WARNING: Alive feeders such as Mice and Crayfish can do some serious damage to a Piranha during an attack and yet again should be avoided. Piranhas are designed to kill with quick fierce attacks but this does not make them invincible to the defenses of other creatures like Mice teeth and Crayfish claws.


----------



## LS1FDRx7 (Mar 6, 2007)

Very good informations, very true in many ways also. I think this should be pin to help Piranha owners that are new to Piranha hobby understand what to feed their Piranhas. I love how you put raw Tiger Shrimp as the first on the list.
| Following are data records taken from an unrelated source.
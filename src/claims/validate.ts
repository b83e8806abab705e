/**
 * Checks the data read from a claims file against schema/claims.schema.json and turns each ajv error into a plain
 * problem: where it is (line:column), what is wrong, and how to fix it.
 */
import type { ErrorObject } from 'ajv';
import type { Problem } from '../errors.js';
import { claimsSchema, claimsValidator, type JsonSchema } from './schema.js';
import { closest } from '../suggest.js';
import { KIND_WORDS, meantExpect, meantKind } from './meant.js';
import { locate, type ParsedYaml } from './yaml.js';

type Segment = string | number;

/** An example line for each key, used in "add ..." fixes. */
const EXAMPLE: Record<string, string> = {
  title: 'title: Student voice 2026',
  organisation: "organisation: Tarnquill Students' Guild",
  sources: 'sources: followed by one entry per data file, such as "results: { file: data/summary.xlsx, shape: summary, respondents: Respondents, agree: Agreeing }"',
  claims: 'claims: followed by a list of claims, each starting with "- id: ..."',
  id: 'id: feedback-below-region',
  claim: 'claim: followed by the claim in plain words',
  kind: 'kind: compare (or kind: association)',
  file: 'file: data/summary.csv (a path relative to the claims file)',
  shape: 'shape: summary (counts per group) or shape: respondents (one row per person)',
  respondents: 'respondents: followed by the name of the column holding the number who answered',
  questions: 'questions: [Q01, Q02] listing the answer columns',
  focus: 'focus: { provider: Tarnquill College } naming the selection the claim is about',
  against: 'against: { region: Glimmerholt Vale } naming the selection it is compared with',
  expect: 'expect: lower, higher or different (compare) or positive, negative or any (association)',
  units: 'units: Department naming the column whose values are the units (or units: [Department, Institution] for each combination)',
  x: 'x: { question: Q12 } defining the first measure',
  y: 'y: { question: Q27 } defining the second measure',
  from: 'from: previous (or a value of the period column, such as 2025)',
  select: 'select: { provider: Tarnquill College } naming the selection measured',
  value: 'value: 80% (the target or benchmark, also written 0.8 or 80)',
  rows: 'rows: campus naming the column whose values are the rows of the table',
  margin: 'margin: 5 points (how close the two rates must be)',
  label: 'label: followed by the name of the control in the pack',
  column: 'column: followed by the name of a numeric column',
};

/** Keys whose values are read with their own messages by the cross-field rules (amounts written several ways). */
const READ_BY_RULES = new Set(['confidence', 'value', 'margin', 'smallest_difference', 'min_response_rate', 'worth_reporting']);

function typeWords(t: unknown): string {
  const one = (s: string): string =>
    ({
      string: 'text',
      number: 'a number',
      integer: 'a whole number',
      object: 'a mapping of keys to values',
      array: 'a list',
      boolean: 'true or false',
      null: 'empty',
    })[s] ?? s;
  return Array.isArray(t) ? t.map((x) => one(String(x))).join(' or ') : one(String(t));
}

function isPlainMapping(v: unknown): v is Record<string, unknown> {
  return v !== null && typeof v === 'object' && !Array.isArray(v);
}

/** A small mapping of plain values as written in YAML's flow style ("{ col: Ratio }"), else undefined. */
function flowText(v: unknown): string | undefined {
  if (!isPlainMapping(v)) return undefined;
  const parts = Object.entries(v).map(([k, x]) => (x === null || typeof x === 'object' ? undefined : `${k}: ${String(x)}`));
  if (parts.length === 0 || parts.length > 4 || parts.some((x) => x === undefined)) return undefined;
  const text = `{ ${parts.join(', ')} }`;
  return text.length <= 80 ? text : undefined;
}

/** The numeric columns of the source of the claim at `path` (["claims", i, ...]), or none. */
function numericColumnsOf(data: unknown, path: Segment[]): string[] {
  if (!isPlainMapping(data) || path[0] !== 'claims') return [];
  const claim = (data.claims as unknown[] | undefined)?.[Number(path[1])];
  const sources = isPlainMapping(data.sources) ? data.sources : {};
  const ids = Object.keys(sources);
  const id = isPlainMapping(claim) && typeof claim.source === 'string' ? claim.source : ids.length === 1 ? ids[0] : undefined;
  const source = id !== undefined ? sources[id] : undefined;
  const numeric = isPlainMapping(source) ? source.numeric : undefined;
  return Array.isArray(numeric) ? numeric.filter((x): x is string => typeof x === 'string') : [];
}

/** The value as it is quoted in the "found" part of a message (formatProblem adds the quotes). */
function foundRaw(v: unknown): string {
  return typeof v === 'string' ? v : foundWords(v);
}

function foundWords(v: unknown): string {
  if (v === null || v === undefined) return 'nothing';
  if (Array.isArray(v)) return 'a list';
  if (typeof v === 'object') return 'a mapping';
  if (typeof v === 'boolean') return String(v);
  return JSON.stringify(v) ?? String(v);
}

/** JSON pointer (/claims/0/id) -> path segments. */
export function pointerToPath(pointer: string): Segment[] {
  if (pointer === '') return [];
  return pointer
    .slice(1)
    .split('/')
    .map((s) => s.replace(/~1/g, '/').replace(/~0/g, '~'))
    .map((s) => (/^(0|[1-9][0-9]*)$/.test(s) ? Number(s) : s));
}

function get(data: unknown, path: readonly Segment[]): unknown {
  let v = data;
  for (const s of path) {
    if (v === null || typeof v !== 'object') return undefined;
    v = (v as Record<string, unknown>)[String(s)];
  }
  return v;
}
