// Respondent tallies taken straight from a CSV file's bytes (the plain-line path of readCube) against the same table
// with every field quoted, which papaparse (an outside parser) splits into rows that are tallied row by row: the same
// cube, or the same InputError, whatever the chunk size. The tables mix multi-byte and padded group names, blank and
// whitespace-only lines (also non-ASCII spaces), short and long lines, carriage returns inside fields, codes that are
// not applicable, out of range, padded or not numbers at all.
import fc from 'fast-check';
import { describe, expect, it } from 'vitest';
import { readCube } from '../../src/data/cube.js';
import { respondentsSource, tempFiles } from './sources.js';

const file = tempFiles('warrant-byte-tally-');

async function outcome(path: string, chunkSize: number): Promise<unknown> {
  const src = respondentsSource(path, { questions: ['Q1', 'Q2'], notApplicableCodes: [0, 9] });
  try {
    const cube = await readCube(src, ['Dept', 'Site'], 'r.csv', { chunkSize });
    return { rows: cube.rows, cells: cube.cells, values: cube.values };
  } catch (e) {
    return { error: (e as Error).message };
  }
}

describe('respondent tallies from the bytes', () => {
  // 'Aa' and 'BB' have the same 31-multiplier hash of their bytes: told apart by the bytes themselves.
  const group = fc.constantFrom('Łąka', ' Łąka', 'Brithŵyr ', 'Hanes', '', '\u00a0', 'a\rb', 'Département', 'Aa', 'BB');
  const answer = fc.constantFrom('1', '2', '3', '4', '5', '9', '0', '', ' 3', '7', 'x', '4.0', '12', '\u3000', '5 ');
  const note = fc.constantFrom('', 'x', '\u00a0', ' ', 'ŵ');
  const line = fc.oneof(
    { weight: 8, arbitrary: fc.tuple(fc.nat(99), group, answer, note, answer, group).map((t) => t.map(String)) },
    { weight: 1, arbitrary: fc.constantFrom([''], ['  '], ['\u00a0'], ['', '', '', '', '', ''], [' ', '', '\u3000', '', '', '']) },
    // Text only in a column left out, or only non-ASCII spaces: a row, or a blank line.
    { weight: 1, arbitrary: fc.tuple(fc.constantFrom('', ' '), note, fc.constantFrom('', '\u3000')).map(([a, n, b]) => [a, '', '', n, b, '']) },
    { weight: 1, arbitrary: fc.tuple(fc.nat(99), group, answer).map((t) => t.map(String)) },
    { weight: 1, arbitrary: fc.tuple(fc.nat(99), group, answer, note, answer, group, note).map((t) => t.map(String)) },
  );

  it('equal the tallies of the quoted table read by papaparse, at every chunk size', async () => {
    await fc.assert(
      fc.asyncProperty(
        fc.array(line, { minLength: 1, maxLength: 60 }),
        fc.constantFrom(',', ';'),
        fc.constantFrom('\n', '\r\n'),
        fc.integer({ min: 1, max: 200 }),
        async (table, d, nl, chunkSize) => {
          const header = ['ID', 'Dept', 'Q1', 'Note', 'Q2', 'Site'].join(d);
          const plain = file([header, ...table.map((r) => r.join(d))].join(nl) + nl);
          const quoted = file([header, ...table.map((r) => r.map((v) => `"${v}"`).join(d))].join(nl) + nl);
          expect(await outcome(plain, chunkSize)).toEqual(await outcome(quoted, chunkSize));
          expect(await outcome(plain, 1 << 16)).toEqual(await outcome(quoted, 1 << 16));
        },
      ),
      { numRuns: 150 },
    );
  });

  it('keep thousands of groups apart (the group table grows as it fills)', async () => {
    // Reference: the generated table tallied here by a plain loop over its values.
    const lines = ['ID,Dept,Q1,Note,Q2,Site'];
    const expected = new Map<string, number>();
    for (let i = 0; i < 12000; i++) {
      const dept = `Unit ${(i * 7919) % 3001}`;
      const code = (i % 5) + 1;
      lines.push(`${i},${dept},${code},,,North`);
      expected.set(dept, (expected.get(dept) ?? 0) + (code >= 4 ? 1 : 0));
    }
    const path = file(lines.join('\n') + '\n');
    const src = respondentsSource(path, { questions: ['Q1', 'Q2'], notApplicableCodes: [9] });
    const cube = await readCube(src, ['Dept', 'Site'], 'r.csv');
    const q1 = cube.cells.filter((c) => c.dims['question'] === 'Q1');
    expect(q1.length).toBe(3001);
    for (const cell of q1) expect(cell.agree).toBe(expected.get(cell.dims['Dept']!));
    expect(q1.reduce((s, c) => s + c.n, 0)).toBe(12000);
  });

  it('count the answers of a clean table as a plain tally of the table does', async () => {
    // Reference: the generated table tallied here by plain loops over its values.
    // 'Aa' and 'BB' have the same 31-multiplier hash of their bytes.
    const depts = ['Łąka', 'Brithŵyr', 'Aa', 'BB'];
    const lines = ['ID,Dept,Q1,Note,Q2,Site'];
    const expected = new Map<string, number[]>();
    for (let i = 0; i < 5000; i++) {
      const dept = depts[(i * 7) % 4]!;
      const site = i % 3 === 0 ? 'North' : 'South';
      const a = [(i % 5) + 1, ((i * 3) % 6) + 1];
      lines.push(`${i},${dept},${a[0]},,${a[1] === 6 ? 9 : a[1]},${site}`);
      a.forEach((code, k) => {
        if (code === 6) return;
        const key = `${dept}|${site}|Q${k + 1}`;
        const t = expected.get(key) ?? [0, 0, 0, 0, 0, 0];
        t[code]! += 1;
        expected.set(key, t);
      });
    }
    const path = file(lines.join('\n') + '\n');
    for (const chunkSize of [5, 333, 1 << 16]) {
      const src = respondentsSource(path, { questions: ['Q1', 'Q2'], notApplicableCodes: [9] });
      const cube = await readCube(src, ['Dept', 'Site'], 'r.csv', { chunkSize });
      expect(cube.rows).toBe(5000);
      expect(cube.cells.length).toBe(expected.size);
      for (const cell of cube.cells) {
        const t = expected.get(`${cell.dims['Dept']}|${cell.dims['Site']}|${cell.dims['question']}`)!;
        const codes: Record<string, number> = {};
        t.forEach((k, c) => {
          if (k > 0) codes[String(c)] = k;
        });
        expect(cell.codes).toEqual(codes);
        expect(cell.n).toBe(t.reduce((s, k) => s + k, 0));
        expect(cell.agree).toBe(t[4]! + t[5]!);
      }
    }
  });
});
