function workbook(sheet: string, strings: string[]): Buffer {
  const esc = (s: string) => s.replace(/&/g, '&amp;').replace(/</g, '&lt;').replace(/>/g, '&gt;');
  return zip({
    '[Content_Types].xml': '<?xml version="1.0"?><Types xmlns="http://schemas.openxmlformats.org/package/2006/content-types"/>',
    '_rels/.rels': `<?xml version="1.0"?><Relationships xmlns="http://schemas.openxmlformats.org/package/2006/relationships"><Relationship Id="rId1" Type="${RNS}/officeDocument" Target="xl/workbook.xml"/></Relationships>`,
    'xl/workbook.xml': `<?xml version="1.0"?><workbook xmlns="${NS}" xmlns:r="${RNS}"><sheets><sheet name="Data" sheetId="1" r:id="rId1"/></sheets></workbook>`,
    'xl/_rels/workbook.xml.rels': `<?xml version="1.0"?><Relationships xmlns="http://schemas.openxmlformats.org/package/2006/relationships"><Relationship Id="rId1" Type="${RNS}/worksheet" Target="worksheets/sheet1.xml"/><Relationship Id="rId2" Type="${RNS}/sharedStrings" Target="sharedStrings.xml"/><Relationship Id="rId3" Type="${RNS}/styles" Target="styles.xml"/></Relationships>`,
    'xl/sharedStrings.xml': `<?xml version="1.0"?><sst xmlns="${NS}">${strings.map((s) => `<si><t xml:space="preserve">${esc(s)}</t></si>`).join('')}</sst>`,
    'xl/styles.xml': `<?xml version="1.0"?><styleSheet xmlns="${NS}"><cellXfs count="3"><xf numFmtId="0"/><xf numFmtId="2"/><xf numFmtId="14"/></cellXfs></styleSheet>`,
    'xl/worksheets/sheet1.xml': `<?xml version="1.0"?><worksheet xmlns="${NS}"><sheetData>${sheet}</sheetData></worksheet>`,
  });
}

type XCell = { kind: 's'; index: number } | { kind: 'n'; text: string; style: 0 | 1 } | { kind: 'date' } | { kind: 'b'; v: 0 | 1 } | { kind: 'str'; text: string } | { kind: 'inl'; text: string };

describe('XLSX scanner: plain cells against the general path', () => {
  const strings = ['Łąka', 'Brithŵyr & Tŷ', ' padded ', '🌱', 'x<y'];
  const cellArb: fc.Arbitrary<XCell | null> = fc.oneof(
    fc.constant(null),
    fc.integer({ min: 0, max: strings.length - 1 }).map((index) => ({ kind: 's' as const, index })),
    fc.constantFrom('0', '7', '42', '123456789', '1234567890', '-3', '2.5', '0.1', '1e3', '007').chain((text) => fc.constantFrom<0 | 1>(0, 1).map((style) => ({ kind: 'n' as const, text, style }))),
    fc.constant({ kind: 'date' as const }),
    fc.constantFrom<0 | 1>(0, 1).map((v) => ({ kind: 'b' as const, v })),
    fc.constantFrom('formula text', '12', 'Ż').map((text) => ({ kind: 'str' as const, text })),
    fc.constantFrom('Łąka', 'Brithŵyr 🌱', 'ab').map((text) => ({ kind: 'inl' as const, text })),
  );
  // The value a spreadsheet program shows, worked by hand: shared strings as stored; numbers in their shortest form
  // (2.5, 0.1, 1000 for 1e3, 7 for 007); serial 45717 with built-in format 14 is 2025-03-01; booleans TRUE/FALSE.
  const shown = (c: XCell | null): string => {
    if (c === null) return '';
    switch (c.kind) {
      case 's':
        return strings[c.index]!;
      case 'n':
        return c.text === '1e3' ? '1000' : c.text === '007' ? '7' : c.text;
      case 'date':
        return '2025-03-01';
      case 'b':
        return c.v === 1 ? 'TRUE' : 'FALSE';
      case 'str':
      case 'inl':
        return c.text;
    }
  };
  const letters = (i: number) => String.fromCharCode(65 + i);
  const cellXml = (c: XCell, ref: string, general: boolean): string => {
    const q = general ? "'" : '"'; // single quotes are valid XML that the one-step path leaves to the general path
    const a = (name: string, v: string) => ` ${name}=${q}${v}${q}`;
    switch (c.kind) {
      case 's':
        return `<c${a('r', ref)}${a('t', 's')}><v>${c.index}</v></c>`;
      case 'n':
        return `<c${a('r', ref)}${c.style === 1 ? a('s', '1') : ''}><v>${c.text}</v></c>`;
      case 'date':
        return `<c${a('r', ref)}${a('s', '2')}><v>45717</v></c>`;
      case 'b':
        return `<c${a('r', ref)}${a('t', 'b')}><v>${c.v}</v></c>`;
      case 'str':
        return `<c${a('r', ref)}${a('t', 'str')}><f>A1</f><v>${c.text}</v></c>`;
      case 'inl':
        return `<c${a('r', ref)}${a('t', 'inlineStr')}><is><t>${c.text}</t></is></c>`;
    }
  };

  it('random sheets: the values written, and the same rows both ways, at every chunk size', async () => {
    await fc.assert(
      fc.asyncProperty(fc.array(fc.array(cellArb, { minLength: 1, maxLength: 6 }), { minLength: 1, maxLength: 8 }), fc.integer({ min: 1, max: 50 }), async (table, chunkSize) => {
        const sheet = (general: boolean) =>
          table
            .map((r, i) => `<row r="${i + 1}"${i % 2 === 1 ? ' spans="1:6" x14ac:dyDescent="0.25"' : ''}>${r.map((c, j) => (c === null ? '' : cellXml(c, `${letters(j)}${i + 1}`, general))).join('')}</row>`)
            .join('');
        const fast = await all(readXlsxRows(file('xlsx', workbook(sheet(false), strings)), { chunkSize }));
        const slow = await all(readXlsxRows(file('xlsx', workbook(sheet(true), strings)), { chunkSize }));
        expect(fast).toEqual(slow);
        const want = table.map((r) => {
          const vals = r.map(shown);
          let last = r.length - 1;
          while (last >= 0 && r[last] === null) last -= 1;
          return vals.slice(0, last + 1);
        });
        expect(fast.map((r) => r.values)).toEqual(want);
      }),
      { numRuns: 200, seed: 20261203 },
    );
  });

  it('a formula with no cached value is still an error naming the cell on the plain path', async () => {
    const sheet = '<row r="1"><c r="A1" t="s"><v>0</v></c><c r="B1"><v>3</v></c></row><row r="2"><c r="A2" t="s"><v>1</v></c><c r="B2"><f>1+1</f></c></row>';
    const path = file('xlsx', workbook(sheet, strings));
    await expect(all(readXlsxRows(path, { displayPath: 'w.xlsx' }))).rejects.toThrow(/cell B2/);
  });
});

// ---------------------------------------------------------------------------------------------------------------
// Non-UTF-8 CSV.

interface Utf8Case {
  name: string;
  hex: string;
  bad: { offset: number; byte: number; asWindows1252: string | null; line: number } | null;
}
const utf8 = JSON.parse(readFileSync(join(import.meta.dirname, 'fixtures/utf8-invalid.json'), 'utf8')) as { python: string; cases: Utf8Case[] };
That's what I always feed my Piraya!


----------



## Piranha_man (Jan 29, 2005)

I agree that it's a very good thread!
It's great that you pointed out "Raw."

One quick point I think is important about earthworms, is to not use those that have just come out of a recently 'chemical-fertilized' lawn.


----------



## Dezboy (Apr 2, 2006)

Great thread mate...thats the info people need, hope a mod pins this


----------



## -NBKK- (Jun 22, 2007)

Hey thanks guys.

I though it would really help out because like i said i was cruising around in some old topics and threads and this question came up a lot of times. So there are the answers with back ground information. 
Copy, Paste the link into a thread and the New P-Fury member will have his answers, Done !


----------



## tiran (Apr 27, 2007)

-NBKK- said:


> Hey thanks guys.
> 
> I though it would really help out because like i said i was cruising around in some old topics and threads and this question came up a lot of times. So there are the answers with back ground information.
> Copy, Paste the link into a thread and the New P-Fury member will have his answers, Done !


i thought this was a great topic, not to be a prick or think i know what im talking about i noticed you said when feeding mice be carefull because of them biting i wonder if anyone has experienced this before considering that most piranhas attack from the back at least mine do and most of the time the mice is swimming for its life not trying to defend it, i dont know just curious no big deal


----------



## -NBKK- (Jun 22, 2007)

Personally saw it before my friend,

In this case the mouse was in the middle of the tank and was heading over to the back of the tank. The red bellies were not into to much of a frenzy but one Rbp attacked him on a vertical angle ( T-boned his underside). I do agree however that they strike from the back but when stuff is floating they usually strike under it and in the middle area, size depending i guess. They don't do the jaws like dorsal fin protruding through the water and approaching from behind though. So the Rbp attacked it and bit it in between the back legs area ( oh the pain !) and as the Rbp Piranha was bringing it down into the tank the mouse wrapped itself around and nailed the Rbp in the gill / jaw area. left a nasty wound. Now i know the odds are in favor for the piranha and i have only seen this happen once and most likely i wont see it again, But if people don't know or don't put it together that it can happen they might be disappointed/ Upset that it did happen because they want to take care of there Piranhas and Not put them in situations where there could be injured, even if its likely to happen.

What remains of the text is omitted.